* _Available data_
#pragma once

#include "gainsay/estimation/residuals.h"

#include <Eigen/Core>

#include <cstddef>
#include <limits>
#include <stop_token>
#include <string>
#include <vector>

namespace gainsay::estimation {

enum class Stopped {
  NeverRun,
  Converged,        ///< the finish says so
  NotConverged,     ///< the finish ended for another reason: see `why`
  CannotIntegrate,  ///< the start cannot be integrated: it is replaced by the next
  OutOfBudget,
  Interrupted
};

/// The end of one descent.
struct Fit {
  Eigen::VectorXd x;           ///< search coordinates
  std::vector<double> values;  ///< natural units
  double V = std::numeric_limits<double>::quiet_NaN();
  double objective = std::numeric_limits<double>::quiet_NaN();
  std::vector<bool> on_bound;  ///< within 1e-6 of the width, gradient pointing outward
  Eigen::VectorXd shown;       ///< modelled values of the data
  Eigen::VectorXd sd;          ///< of each datum: as used, or as estimated where unknown
  Stopped stopped = Stopped::NeverRun;
  std::string why = "no fit was run";
  long evaluations = 0;
  long jacobians = 0;
  long integrations = 0;

  bool ended() const { return shown.size() > 0; }  ///< somewhere that can be evaluated
};

/// How a descent is run.
struct DescentPlan {
  /// Straight to the last stage, for starts that are near already; scales and offsets stay.
  bool polish_only = false;
  /// Sets scales and offsets by regression on the start's own trajectory (else they stay).
  bool regress = true;
  /// Keeps those that have a first guess when the others are set.
  bool keep_guessed = false;
  long integrations_at_most = std::numeric_limits<long>::max();
  std::stop_token stop;
};

/// One descent from a point inside the box: the approach in stages, then the finish
/// (docs/methods.md, "Descent"). `stopped` is the word of the finish: of Ceres, or of the region of
/// trust where sds depend on the modelled value.
Fit descend(Evaluator& evaluator, const Eigen::VectorXd& start, const DescentPlan& plan = {});

/// The least V itself near `from`, by its own descent: differs from `descend` where sds depend on
/// the modelled value, whose likelihood is no function of V. Objective and V of the fit are V.
/// Requires noise that is known.
Fit least_V(Evaluator& evaluator, const Eigen::VectorXd& from, const DescentPlan& plan = {});

}  // namespace gainsay::estimation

* _Work order_
Repeat all the material, keeping each line identical.

* _Answer to this task_
#pragma once

#include "gainsay/estimation/residuals.h"

#include <Eigen/Core>

#include <cstddef>
#include <limits>
#include <stop_token>
#include <string>
#include <vector>

namespace gainsay::estimation {

enum class Stopped {
  NeverRun,
  Converged,        ///< the finish says so
  NotConverged,     ///< the finish ended for another reason: see `why`
  CannotIntegrate,  ///< the start cannot be integrated: it is replaced by the next
  OutOfBudget,
  Interrupted
};

/// The end of one descent.
struct Fit {
  Eigen::VectorXd x;           ///< search coordinates
  std::vector<double> values;  ///< natural units
  double V = std::numeric_limits<double>::quiet_NaN();
  double objective = std::numeric_limits<double>::quiet_NaN();
  std::vector<bool> on_bound;  ///< within 1e-6 of the width, gradient pointing outward
  Eigen::VectorXd shown;       ///< modelled values of the data
  Eigen::VectorXd sd;          ///< of each datum: as used, or as estimated where unknown
  Stopped stopped = Stopped::NeverRun;
  std::string why = "no fit was run";
  long evaluations = 0;
  long jacobians = 0;
  long integrations = 0;

  bool ended() const { return shown.size() > 0; }  ///< somewhere that can be evaluated
};

/// How a descent is run.
struct DescentPlan {
  /// Straight to the last stage, for starts that are near already; scales and offsets stay.
  bool polish_only = false;
  /// Sets scales and offsets by regression on the start's own trajectory (else they stay).
  bool regress = true;
  /// Keeps those that have a first guess when the others are set.
  bool keep_guessed = false;
  long integrations_at_most = std::numeric_limits<long>::max();
  std::stop_token stop;
};

/// One descent from a point inside the box: the approach in stages, then the finish
/// (docs/methods.md, "Descent"). `stopped` is the word of the finish: of Ceres, or of the region of
/// trust where sds depend on the modelled value.
Fit descend(Evaluator& evaluator, const Eigen::VectorXd& start, const DescentPlan& plan = {});

/// The least V itself near `from`, by its own descent: differs from `descend` where sds depend on
/// the modelled value, whose likelihood is no function of V. Objective and V of the fit are V.
/// Requires noise that is known.
Fit least_V(Evaluator& evaluator, const Eigen::VectorXd& from, const DescentPlan& plan = {});

}  // namespace gainsay::estimation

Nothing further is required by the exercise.